What Happens When Fitness Goes Back to Basics?
- Raul Smith
- Sep 25, 2025
- 3 min read
I used to believe that staying healthy meant keeping the most recent tech strapped to my wrist. Keeping up with heart-rate monitors, calorie counters, apps telling you when to breathe—it just seemed endless measurement. The more I tried to stay up, the more I felt pushed away from what exercise was: moving my body, feeling alive, not running after numbers on a screen.
The Day I Left the Watch on the Nightstand
I left the watch on the nightstand. One morning it was snowing in Milwaukee, and when I woke up, I looked at my smartwatch. "Not today," I said to myself. Its battery was running low, and so was I. Instead of recharging it, I took a jump rope out of a drawer that had not seen the light of day for years.
Ten minutes later, I was panting; my legs were on fire, arms sore–but my head was clear. That simple rope was giving me more satisfaction than all the subscriptions to those expensive fitness places I’d tried. Not once was I tracking steps or closing rings. I was just moving, like as a kid.
That morning made me wonder: maybe all these tools are good, but maybe they’ve turned fitness into a job and not a release.
A chat in Miami
It wasn’t long before I had business in Miami; and between meetings, over coffees I found myself talking to a
working on health and wellness apps. We compared notes: me, the tired user, and him, the builder behind the curtain.
His honesty is what struck me. He said that sometimes the apps go too far with it, constant reminders almost guilt-tripping the users. “People want help, not pressure,” I said in agreement with him because I knew exactly what he meant. I’d done more silencing of notifications than exercising because of them.
Where Mobile App Development Fits Into the Picture
I started noticing something interesting back in Milwaukee. Even in world of
, where teams are busy building tools for tracking and optimizing everything, there’s this quiet shift. Developers are talking more about simplicity—apps that guide without overwhelming, that encourage without nagging.

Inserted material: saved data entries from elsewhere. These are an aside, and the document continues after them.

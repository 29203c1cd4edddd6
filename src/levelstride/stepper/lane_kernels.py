"""The compiled inner loops for many steps of many lanes.

All unknowns of a lane are rows of one workspace, and a row holds ``len(span)`` lanes side by side:
as many as fill whole vector registers, known when the kernel is compiled. Every part of a step,
whether it adds tendencies up, multiplies with a part of the operator or goes through the factors of
a stage system, is a set of rows written as weighted sums of other rows. ``Program`` lists them;
`march` reads it. See ``lane_program`` for how it is made.

Complex lanes are two halves of a row, real parts first; an imaginary coefficient reads the halves
exchanged and has the sign of the first half turned.
"""

from __future__ import annotations

from typing import Any, NamedTuple

import numpy as np
from llvmlite import ir
from numba import types
from numba.core import cgutils
from numba.extending import intrinsic, models, overload, register_model

from levelstride.stepper.kernels import DONE, WRONG_SHAPE, Places, Vector, compiled, inlined

Span = tuple[int, ...]
"""As many zeros as a row has lanes: the compiler sees the length of a tuple, not that of a row."""

_generated: Any = intrinsic
_function_of: Any = cgutils.get_or_insert_function


class Program(NamedTuple):
    """One step as sweeps over the layers.

    ``sweep`` (nsweep, 5): first and last+1 row set, +1 from the ground up or -1 from the top down,
    layers in a block, largest lag. ``rows`` (nrows, 8), one set of rows, one a layer: place
    written, layers it lags behind the sweep, first and number of ``entry``, of ``group``, of
    ``lane_entry``. ``entry`` (nentry, 3): place read, place of the coefficient, its stride from
    layer to layer.
    ``group`` (ngroup, 4): place of a factor for every lane, whether halves are exchanged, first and
    number of the entries summed before. ``lane_entry`` (nlane_entry, 3): place read, place of the
    coefficients, whether halves are exchanged. Places are those of layer 0.
    """

    sweep: Places
    rows: Places
    entry: Places
    group: Places
    lane_entry: Places
    coefficient: Vector


class _LaneRow(types.Type):
    """A row of lanes in vector registers."""

    def __init__(self, dtype: Any, count: int) -> None:
        self.dtype, self.count = dtype, count
        super().__init__(name=f"LaneRow({dtype}, {count})")


@register_model(_LaneRow)
class _LaneRowModel(models.PrimitiveModel):
    def __init__(self, manager: Any, kind: Any) -> None:
        number = manager.lookup(kind.dtype).get_value_type()
        super().__init__(manager, kind, ir.VectorType(number, kind.count))  # type: ignore[no-untyped-call]


def _spread(builder: Any, scalar: Any, kind: Any) -> Any:
    index = ir.Constant(ir.IntType(32), 0)
    single = builder.insert_element(ir.Constant(kind, ir.Undefined), scalar, index)
    zeros = ir.Constant(ir.VectorType(ir.IntType(32), kind.count), [0] * kind.count)
    return builder.shuffle_vector(single, ir.Constant(kind, ir.Undefined), zeros)


def _muladd(builder: Any, a: Any, b: Any, c: Any) -> Any:
    """Multiply and add in one instruction where the machine has it."""
    kind = c.type
    name = f"llvm.fmuladd.v{kind.count}f{64 if isinstance(kind.element, ir.DoubleType) else 32}"
    function = _function_of(builder.module, ir.FunctionType(kind, [kind, kind, kind]), name)
    return builder.call(function, [a, b, c])


def _address(context: Any, builder: Any, array_type: Any, array: Any, index: Any, kind: Any) -> Any:
    data = context.make_array(array_type)(context, builder, array).data
    return builder.bitcast(builder.gep(data, [index]), kind.as_pointer())


@_generated
def _load(_, array, index, span):  # type: ignore[no-untyped-def]
    row = _LaneRow(array.dtype, span.count)

    def generate(context, builder, signature, arguments):  # type: ignore[no-untyped-def]
        kind = context.get_value_type(row)
        place = _address(context, builder, array, arguments[0], arguments[1], kind)
        return builder.load(place, align=array.dtype.bitwidth // 8)

    return row(array, types.int64, span), generate


@_generated
def _store(_, array, index, row):  # type: ignore[no-untyped-def]
    def generate(context, builder, signature, arguments):  # type: ignore[no-untyped-def]
        kind = arguments[2].type
        place = _address(context, builder, array, arguments[0], arguments[1], kind)
        builder.store(arguments[2], place, align=array.dtype.bitwidth // 8)
        return context.get_dummy_value()

    return types.void(array, types.int64, row), generate


@_generated
def _nothing(_, array, span):  # type: ignore[no-untyped-def]
    row = _LaneRow(array.dtype, span.count)

    def generate(context, builder, signature, arguments):  # type: ignore[no-untyped-def]
        return ir.Constant(context.get_value_type(row), None)

    return row(array, span), generate


@_generated
def _add_scaled(_, total, factor, row):  # type: ignore[no-untyped-def]
    def generate(context, builder, signature, arguments):  # type: ignore[no-untyped-def]
        total, factor, row = arguments
        if not isinstance(factor.type, ir.VectorType):
            factor = _spread(builder, factor, row.type)
        return _muladd(builder, factor, row, total)

    return total(total, factor, row), generate


@_generated
def _exchanged(_, row):  # type: ignore[no-untyped-def]
    def generate(context, builder, signature, arguments):  # type: ignore[no-untyped-def]
        count = row.count
        order = [(i + count // 2) % count for i in range(count)]
        mask = ir.Constant(ir.VectorType(ir.IntType(32), count), order)
        unused = ir.Constant(arguments[0].type, ir.Undefined)
        return builder.shuffle_vector(arguments[0], unused, mask)

    return row(row), generate


def load(array: Vector, index: int, span: Span) -> Any:
    """Read a row of lanes."""
    return array[index : index + len(span)].copy()


def store(array: Vector, index: int, row: Any) -> None:
    """Write a row of lanes."""
    array[index : index + row.shape[0]] = row


def nothing(array: Vector, span: Span) -> Any:
    """Return a row of zeros."""
    return np.zeros(len(span), array.dtype)


def add_scaled(total: Any, factor: Any, row: Any) -> Any:
    """Add a row times a number, or times a factor for every lane."""
    return total + factor * row


def exchanged(row: Any) -> Any:
    """Exchange the halves of a row."""
    return np.roll(row, row.shape[0] // 2)


@overload(load, inline="always")
def _load_compiled(array, index, span):  # type: ignore[no-untyped-def]
    return lambda array, index, span: _load(array, index, span)


@overload(store, inline="always")
def _store_compiled(array, index, row):  # type: ignore[no-untyped-def]
    return lambda array, index, row: _store(array, index, row)


@overload(nothing, inline="always")
def _nothing_compiled(array, span):  # type: ignore[no-untyped-def]
    return lambda array, span: _nothing(array, span)


@overload(add_scaled, inline="always")
def _add_scaled_compiled(total, factor, row):  # type: ignore[no-untyped-def]
    return lambda total, factor, row: _add_scaled(total, factor, row)


@overload(exchanged, inline="always")
def _exchanged_compiled(row):  # type: ignore[no-untyped-def]
    return lambda row: _exchanged(row)


@inlined
def plain_rows(work: Vector, coefficient: Vector, entry: Places, out: int, n: int, first: int,
               layers: int, move: int, row: int, span: Span) -> None:  # fmt: skip
    """Write rows that are sums of up to four entries with one coefficient for all lanes."""
    target, here = out + first * row, first * row
    p0, c0, s0 = entry[0, 0] + here, entry[0, 1] + first * entry[0, 2], move * entry[0, 2]
    k1, k2, k3 = min(1, n - 1), min(2, n - 1), min(3, n - 1)
    p1, c1, s1 = entry[k1, 0] + here, entry[k1, 1] + first * entry[k1, 2], move * entry[k1, 2]
    p2, c2, s2 = entry[k2, 0] + here, entry[k2, 1] + first * entry[k2, 2], move * entry[k2, 2]
    p3, c3, s3 = entry[k3, 0] + here, entry[k3, 1] + first * entry[k3, 2], move * entry[k3, 2]
    none = nothing(work, span)
    for i in range(layers):
        r = i * move * row
        total = add_scaled(none, coefficient[c0 + i * s0], load(work, p0 + r, span))
        if n > 1:
            total = add_scaled(total, coefficient[c1 + i * s1], load(work, p1 + r, span))
        if n > 2:
            total = add_scaled(total, coefficient[c2 + i * s2], load(work, p2 + r, span))
        if n > 3:
            total = add_scaled(total, coefficient[c3 + i * s3], load(work, p3 + r, span))
        store(work, target + r, total)


@inlined
def any_rows(work: Vector, lanes: Vector, p: Program, k: int, first: int, layers: int, move: int,
             row: int, span: Span) -> None:  # fmt: skip
    """Write rows with entries of every kind."""
    out, n = p.rows[k, 0], len(span)
    first_entry, last_entry = p.rows[k, 2], p.rows[k, 2] + p.rows[k, 3]
    first_group, last_group = p.rows[k, 4], p.rows[k, 4] + p.rows[k, 5]
    first_lane, last_lane = p.rows[k, 6], p.rows[k, 6] + p.rows[k, 7]
    for i in range(layers):
        j = first + i * move
        total = nothing(work, span)
        for e in range(first_entry, last_entry):
            a = p.coefficient[p.entry[e, 1] + j * p.entry[e, 2]]
            total = add_scaled(total, a, load(work, p.entry[e, 0] + j * row, span))
        for g in range(first_group, last_group):
            part = nothing(work, span)
            for e in range(p.group[g, 2], p.group[g, 2] + p.group[g, 3]):
                a = p.coefficient[p.entry[e, 1] + j * p.entry[e, 2]]
                part = add_scaled(part, a, load(work, p.entry[e, 0] + j * row, span))
            if p.group[g, 1]:
                part = exchanged(part)
            total = add_scaled(total, load(lanes, p.group[g, 0], span), part)
        for e in range(first_lane, last_lane):
            part = load(work, p.lane_entry[e, 0] + j * row, span)
            if p.lane_entry[e, 2]:
                part = exchanged(part)
            total = add_scaled(total, load(lanes, p.lane_entry[e, 1] + j * n, span), part)
        store(work, out + j * row, total)


@compiled
def write_rows(work: Vector, lanes: Vector, p: Program, k: int, low: int, high: int, move: int,
               row: int, span: Span) -> None:  # fmt: skip
    """Write the k-th set of rows at the layers from ``low`` to ``high`` - 1."""
    first, layers = low if move > 0 else high - 1, high - low
    if p.rows[k, 5] == 0 and p.rows[k, 7] == 0 and 1 <= p.rows[k, 3] <= 4:
        begin, n = p.rows[k, 2], p.rows[k, 3]
        entry = p.entry[begin:]
        if n == 1:
            plain_rows(work, p.coefficient, entry, p.rows[k, 0], 1, first, layers, move, row, span)
        elif n == 2:
            plain_rows(work, p.coefficient, entry, p.rows[k, 0], 2, first, layers, move, row, span)
        elif n == 3:
            plain_rows(work, p.coefficient, entry, p.rows[k, 0], 3, first, layers, move, row, span)
        else:
            plain_rows(work, p.coefficient, entry, p.rows[k, 0], 4, first, layers, move, row, span)
    else:
        any_rows(work, lanes, p, k, first, layers, move, row, span)


@compiled
def take_steps(work: Vector, lanes: Vector, p: Program, steps: int, nlev: int, row: int,
               span: Span) -> None:  # fmt: skip
    """Take steps with the lanes in the workspace."""
    for _ in range(steps):
        for s in range(p.sweep.shape[0]):
            begin, end, move, block = p.sweep[s, 0], p.sweep[s, 1], p.sweep[s, 2], p.sweep[s, 3]
            for passed in range(0, nlev + p.sweep[s, 4], block):
                for k in range(begin, end):
                    lag = p.rows[k, 1]
                    low = max(passed - lag, 0)
                    high = min(passed + block - lag, nlev)
                    if low >= high:
                        continue
                    if move < 0:
                        low, high = nlev - high, nlev - low
                    write_rows(work, lanes, p, k, low, high, move, row, span)


@compiled
def march(q: Vector, steps: int, place: Places, p: Program, lanes: Vector, work: Vector, nlev: int,
          row: int, span: Span) -> int:  # fmt: skip
    """Take steps in place, with as many lanes at a time as a row has.

    Parameters
    ----------
    q : ndarray, shape (nstate, nlane, npart)
        States; ``npart`` is 1, or 2 for real and imaginary parts.
    steps : int
    place : ndarray of int, shape (nstate,)
        Places of the unknowns in ``work``.
    p : Program
    lanes : ndarray, shape (ntile, n)
        Factors and coefficients that differ from lane to lane, a row for each set of lanes.
    work : ndarray
        Workspace; written.
    nlev, row : int
        Number of layers, and the stride from one to the next.
    span : tuple
        As long as a row of lanes.

    Returns
    -------
    int
        `DONE`, or `WRONG_SHAPE` if the coefficients are not those of as many lanes.
    """
    nstate, nlane, npart = q.shape
    width = len(span) // npart
    if lanes.shape[0] * width < nlane or place.shape[0] != nstate:
        return WRONG_SHAPE
    for tile in range((nlane + width - 1) // width):
        begin = tile * width
        end = min(begin + width, nlane)
        work[:] = 0.0
        for i in range(nstate):
            for lane in range(begin, end):
                for part in range(npart):
                    work[place[i] + part * width + lane - begin] = q[i, lane, part]
        take_steps(work, lanes[tile], p, steps, nlev, row, span)
        for i in range(nstate):
            for lane in range(begin, end):
                for part in range(npart):
                    q[i, lane, part] = work[place[i] + part * width + lane - begin]
    return DONE


@compiled
def factor_lanes(band: Vector, lower: int, largest: Vector, factor: Vector) -> int:
    """Factor band matrices, one a lane, in place and without interchanges.

    Parameters
    ----------
    band : ndarray, shape (nrow, nband, nlane)
        ``band[i, k]`` is the entry of row i in column i - lower + k. Written: negative multipliers
        to the left; inverse pivot; right of it the row over the pivot, negative.
    lower : int
        Number of entries left of the diagonal.
    largest : ndarray of float, shape (nlane,)
        Workspace.
    factor : ndarray, shape (nlane,)
        Workspace of the type of ``band``.

    Returns
    -------
    int
        0, or the number of the first row, counted from 1, whose pivot cancels to nothing.
    """
    nrow, nband, nlane = band.shape
    for i in range(nrow):
        row = band[i]
        for lane in range(nlane):
            largest[lane] = abs(row[lower, lane])
        for k in range(max(0, lower - i), lower):
            other = band[i - lower + k]
            found = False
            for lane in range(nlane):
                factor[lane] = row[k, lane] * other[lower, lane]
                found = found or row[k, lane] != 0.0
            if not found:
                continue
            for m in range(lower + 1, nband):
                # the row was divided by its pivot: take back what the multiplier divides by
                if k + m - lower >= nband:
                    break
                target = row[k + m - lower]
                for lane in range(nlane):
                    taken = row[k, lane] * other[m, lane]
                    target[lane] += taken
                    if k + m - lower == lower:
                        largest[lane] += abs(taken)
            for lane in range(nlane):
                row[k, lane] = -factor[lane]
        for lane in range(nlane):
            if not abs(row[lower, lane]) > 1e-10 * largest[lane]:
                return i + 1
            row[lower, lane] = 1.0 / row[lower, lane]
            for m in range(lower + 1, nband):
                row[m, lane] *= -row[lower, lane]
    return DONE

It reminded me of the tech versus humans argument. It can work in partnership if used correctly. But the trick is to remember that it should be about serving people, not the other way around: the tail shouldn’t wag the dog.
Rediscovering Basics
I started changing up how I worked out. Pushups on the floor of the living room. Jogging without headphones, just hearing the crunch of gravel under my shoes. Stretching before sleep instead of scrolling for the “perfect” 10-minute routine online.
That is so funny. I actually liked this better. It wasn’t pretty workout performance or impressive logged data–it was existence. I didn’t have to be told to move; I moved because it felt good.
The Balance We’re All Looking For
I’m not anti-tech. Far from it. That jump rope moment in Milwaukee didn’t erase the value of apps—it made me rethink how I use them. Fitness trackers may show patterns, apps may teach new exercises, and smart tools may keep us motivated when willpower is what falls
But, keeping the score on tracking, timing, and gamifying everything may let us forget about one simple enjoyment of life – moving. And for that, getting back to the basics is necessary. An amalgamation of both the old and the new probably is what all of us require.
Talks with developers, whether in Miami or Milwaukee, have shown me that the industry is beginning to realize this too.
And me? I don’t have to give up tech to reclaim the basics. I just have to use it more intentionally.
Closing Thought
I look back to that snowy morning, and I think that was the first time in a long while I had felt free from the ‘numbers game.’ No graphs, no pings, no pressure. Just movement.
Perhaps that is the point: the best way to approach health regimes is not necessarily with all the analytics but just getting up and out there sweating it out with an old jump rope or even just smiling.